Collected data entries:
-- -- --
@dataclass(frozen=True, eq=False)
class Scan(Described):
    """A validated rotation-scan log.  Build it with :func:`nullfit.read_scan`,
    :meth:`Scan.from_frame` or :meth:`Scan.from_arrays`; never by hand."""

    time: np.ndarray
    angle: np.ndarray
    signal: np.ndarray
    turn_start: np.ndarray
    turn_complete: np.ndarray
    turn_sense: np.ndarray
    kept_rows: np.ndarray | None = None
    epoch_unix: int | None = None
    unit: str = "fringe"
    source: str = "<data>"
    dropped: tuple[tuple[str, int], ...] = ()
    aux: Mapping[str, np.ndarray] = field(default_factory=dict)
    meta: Manifest = field(default_factory=Manifest)
    n_reversals: int = 0
    reversal_rows: tuple[int, ...] = ()
    gaps: tuple[Gap, ...] = ()

    def __post_init__(self):
        for name in ("time", "angle", "signal", "turn_start", "turn_complete", "turn_sense"):
            object.__setattr__(self, name, _readonly(getattr(self, name)))
        if self.kept_rows is not None:
            object.__setattr__(self, "kept_rows", _readonly(self.kept_rows))
        object.__setattr__(self, "aux", {k: _readonly(v) for k, v in dict(self.aux).items()})

    # ------------------------------------------------------------------ construction
    @classmethod
    def from_arrays(
        cls,
        time,
        angle,
        signal,
        *,
        angle_unit: str = "deg",
        epoch_unix: float | None = None,
        signal_unit: str = "fringe",
        source: str = "<data>",
        rows=None,
        columns: Mapping[str, str] | None = None,
        aux: Mapping[str, Any] | None = None,
        meta: Manifest | None = None,
        dropped: Mapping[str, int] | None = None,
        nonfinite: str = "drop",
        angle_unit_origin: str | None = None,
        owned: bool = False,
    ) -> "Scan":
        """Validate plain arrays and build a `Scan`.

        Parameters
        ----------
        time : array
            Seconds relative to ``epoch_unix``.  Without an epoch, values above 1e8 s are taken
            as Unix seconds and split into an integer-second epoch plus relative seconds (each
            float is read as its shortest decimal representation, to the nanosecond).
        angle : array
            Turntable angle in ``angle_unit`` (modulo 360°, continuous, or discrete marks).
        signal : array
            Fringe position or fractional frequency.
        epoch_unix : float, optional
            Unix seconds of ``time == 0``; a fractional part is moved into ``time`` so that the
            stored epoch is a whole second.
        rows : array of int, optional
            Source row numbers (1-based data rows) used in messages; default 1..n.
        columns : mapping, optional
            Names of the ``time``, ``angle`` and ``signal`` columns in the source, for messages.
        aux : mapping, optional
            Auxiliary columns (name → values), kept in ``Scan.aux``; a row with a non-finite aux
            value is dropped and counted under its own reason naming the column.
        nonfinite : {"drop", "raise"}
            NaN/inf readings are dropped and counted (with a `ScanWarning`), or refused.
        owned : bool
            The arrays are the caller's own temporaries (a file reader's): the scan may keep them
            without a copy.  Leave False for arrays you still use.

        Raises
        ------
        ScanError
            With a one-line message (see :mod:`nullfit.reading.validate` for the checks).
        """
        fields = check_columns(time, angle, signal, angle_unit=angle_unit, epoch_unix=epoch_unix,
                               signal_unit=signal_unit, source=source, rows=rows, columns=columns, aux=aux,
                               dropped=dropped, nonfinite=nonfinite,
                               angle_unit_origin=angle_unit_origin, owned=owned)
        for name in ("time", "angle", "signal", "turn_start", "turn_complete", "turn_sense", "kept_rows"):
            if fields[name] is not None:
                fields[name].setflags(write=False)
        for v in fields["aux"].values():
            v.setflags(write=False)
        return cls(**fields, meta=meta if meta is not None else Manifest())

    @classmethod
    def from_frame(cls, df, *, time=None, angle=None, signal=None, angle_unit=None, manifest=None,
                   source: str = "<frame>", nonfinite: str = "drop", signal_unit=None, aux=None) -> "Scan":
        """Build a `Scan` from a pandas DataFrame (columns chosen as in
        :func:`nullfit.read_scan`, auxiliary columns by ``aux`` — which wins over the manifest's
        ``[columns] aux``; ``manifest`` may be a path or a `Manifest`, there is no automatic
        look-up).  Row ``r`` in messages is the ``r``-th row of the frame, counted from 1.  The
        frame is not modified."""
        import pandas as pd

        if not isinstance(df, pd.DataFrame):
            raise TypeError(f"expected a pandas DataFrame, not {type(df).__name__}")
        check_options(angle_unit, signal_unit, nonfinite)
        man = load_manifest(manifest, None)
        names = [str(c) for c in df.columns]

        def get(name):
            return df.iloc[:, names.index(name)].reset_index(drop=True)

        return cls.from_table(get, names, len(df), str(source), man,
                              {"time": time, "angle": angle, "signal": signal, "aux": aux}, angle_unit, signal_unit,
                              nonfinite)

    @classmethod
    def from_table(cls, get, names, n, source, manifest, columns, angle_unit, signal_unit, nonfinite,
                   owned: bool = False) -> "Scan":
        """Build a `Scan` from any table: ``get(name)`` returns a column (a pandas Series or a
        pyarrow array), ``names`` lists the columns, ``n`` is the number of rows, ``columns`` maps
        the roles time/angle/signal (and ``aux``, a list) to the names asked for (or None).
        Used by the file readers (``owned=True``: the columns are theirs to give away)."""
        fields = frame_fields(get, names, n, ImpliedRows(n), source, manifest, columns, angle_unit, signal_unit,
                              nonfinite)
        fields["rows"] = None  # rows 1..n: implied
        scan = cls.from_arrays(**fields, meta=manifest if manifest is not None else Manifest(), owned=owned)
        del fields
        release_arrow_memory()  # the raw angle column is gone: its memory back to the system for the fit
        return scan

    # ------------------------------------------------------------------ facts
    @property
    def n_samples(self) -> int:
        return int(self.time.size)

    @property
    def n_turns(self) -> int:
        return int(self.turn_complete.size)

    @property
    def n_complete_turns(self) -> int:
        return int(self.turn_complete.sum())

    @property
    def dropped_rows(self) -> int:
        """Rows dropped while reading the log (missing or non-finite values)."""
        return int(sum(c for _, c in self.dropped))

    @property
    def turn_counts(self) -> np.ndarray:
        """Readings in every turn."""
        return np.diff(self.turn_start, append=self.n_samples)

    @cached_property
    def turn(self) -> np.ndarray:
        """The turn number of every reading (int64, read-only; made from :attr:`turn_start`)."""
        out = np.repeat(np.arange(self.n_turns, dtype=np.int64), self.turn_counts)
        out.setflags(write=False)
        return out

    @cached_property
    def rows(self) -> np.ndarray:
        """The source row number of every reading (int64, read-only; see the module docstring)."""
        if self.kept_rows is not None:
            return self.kept_rows
        out = np.arange(1, self.n_samples + 1, dtype=np.int64)
        out.setflags(write=False)
        return out

    def row_of(self, index) -> np.ndarray:
        """The source row numbers of the readings at ``index`` (an index array or a slice),
        without making :attr:`rows` when no row was dropped."""
        if self.kept_rows is not None:
            return self.kept_rows[index]
        return ImpliedRows(self.n_samples)[index]

    @property
    def partial_turn_rows(self) -> int:
        """Rows kept in the scan that belong to partial turns (left out of per-turn statistics by
        the fit by default; not counted in :attr:`dropped_rows`)."""
        return int(self.n_samples - self.turn_counts[self.turn_complete].sum())

    @property
    def angle_deg(self) -> np.ndarray:
        return np.rad2deg(self.angle)

    @property
    def duration_s(self) -> float:
        return float(self.time[-1] - self.time[0]) if self.time.size else 0.0

    @cached_property
    def marks(self) -> int | None:
        """Number of distinct azimuths per turn when the table is read at discrete marks
        (at most 64 clusters of readings, each narrower than 1°, modulo 360°; encoder jitter at a
        mark is tolerated), else ``None`` (continuous sampling).  Every reading counts (a strided
        subsample can alias with the readings per turn); see :mod:`nullfit.reading.marks`."""
        bins = MarkBins()
        bins.feed(self.angle)
        return bins.count()

    @property
    def run_id(self) -> str:
        if self.meta.run_id:
            return str(self.meta.run_id)
        from pathlib import Path

        return Path(self.source).stem if self.source and not self.source.startswith("<") else "scan"

    def complete_rows(self) -> np.ndarray:
        """Boolean mask of the rows that belong to complete turns."""
        return self.turn_complete[self.turn]

    @property
    def epoch_iso(self) -> str | None:
        if self.epoch_unix is None:
            return None
        import datetime as _dt

        return _dt.datetime.fromtimestamp(self.epoch_unix, _dt.timezone.utc).isoformat().replace("+00:00", "Z")

    # ------------------------------------------------------------------ description
    def summary(self) -> Summary:
        """A `nullfit.core.render.Summary` of the scan."""
        rows = [
            ("source", self.source, ""),
            ("samples", self.n_samples, ""),
            ("turns (complete)", self.n_complete_turns, ""),
            ("turns (partial)", self.n_turns - self.n_complete_turns, ""),
            ("duration", self.duration_s, "s"),
            ("signal unit", self.unit, ""),
            ("rows dropped while reading", self.dropped_rows, ""),
            ("rows in partial turns", self.partial_turn_rows, ""),
            ("direction changes", self.n_reversals, ""),
            ("gaps in time", len(self.gaps), ""),
        ]
        if self.marks:
            rows.append(("marks per turn", self.marks, ""))
        if self.epoch_unix is not None:
            rows.append(("epoch (UTC)", self.epoch_iso, ""))
        notes = tuple(f"dropped {c} row(s) while reading: {why}" for why, c in self.dropped)
        if self.n_reversals:
            notes += (f"the table changed direction {self.n_reversals} time(s); first reading after each: "
                      f"row(s) {_listed(self.reversal_rows)}",)
        for g in self.gaps[:LIST_AT_MOST]:
            notes += (g.describe(),)
        if len(self.gaps) > LIST_AT_MOST:
            notes += (f"... and {len(self.gaps) - LIST_AT_MOST} more gap(s) (see to_dict()['gaps'])",)
        if self.partial_turn_rows:
            notes += (f"{self.partial_turn_rows} row(s) lie in partial turns (kept in the scan; a fit leaves them "
                      "out unless asked to use them)",)
        if self.aux:
            notes += ("auxiliary columns: " + ", ".join(self.aux),)
        return Summary(f"Scan {self.run_id}", tuple(rows), notes)

    def to_dict(self) -> dict:
        """The scan's facts (not its arrays) as a JSON-able dict."""
        return {
            "run_id": self.run_id,
            "source": self.source,
            "n_samples": self.n_samples,
            "n_turns": self.n_turns,
            "n_complete_turns": self.n_complete_turns,
            "n_reversals": int(self.n_reversals),
            "reversal_rows": [int(r) for r in self.reversal_rows],
            "gaps": [g.to_dict() for g in self.gaps],
            "marks": self.marks,
            "duration_s": self.duration_s,
            "epoch_unix": self.epoch_unix,
            "epoch_utc": self.epoch_iso,
            "unit": self.unit,
            "dropped_rows": self.dropped_rows,
            "dropped": {why: int(c) for why, c in self.dropped},
            "partial_turn_rows": self.partial_turn_rows,
            "aux_columns": list(self.aux),
        }

    def __repr__(self) -> str:
        return (f"Scan({self.run_id!r}: {self.n_samples} samples, {self.n_complete_turns} complete turns"
                f" + {self.n_turns - self.n_complete_turns} partial, {self.dropped_rows} dropped rows)")

    def to_frame(self):
        """The kept rows as a DataFrame (time_s, angle_deg, signal, turn, row, aux columns)."""
        import pandas as pd

        d = {"time_s": self.time, "angle_deg": self.angle_deg, "signal": self.signal,
             "turn": self.turn, "row": self.rows}
        for k, v in self.aux.items():
            d[k] = v
        return pd.DataFrame(d)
-- -- --
If a line above holds the word "each", count it; then say how many such lines there are and nothing else.

3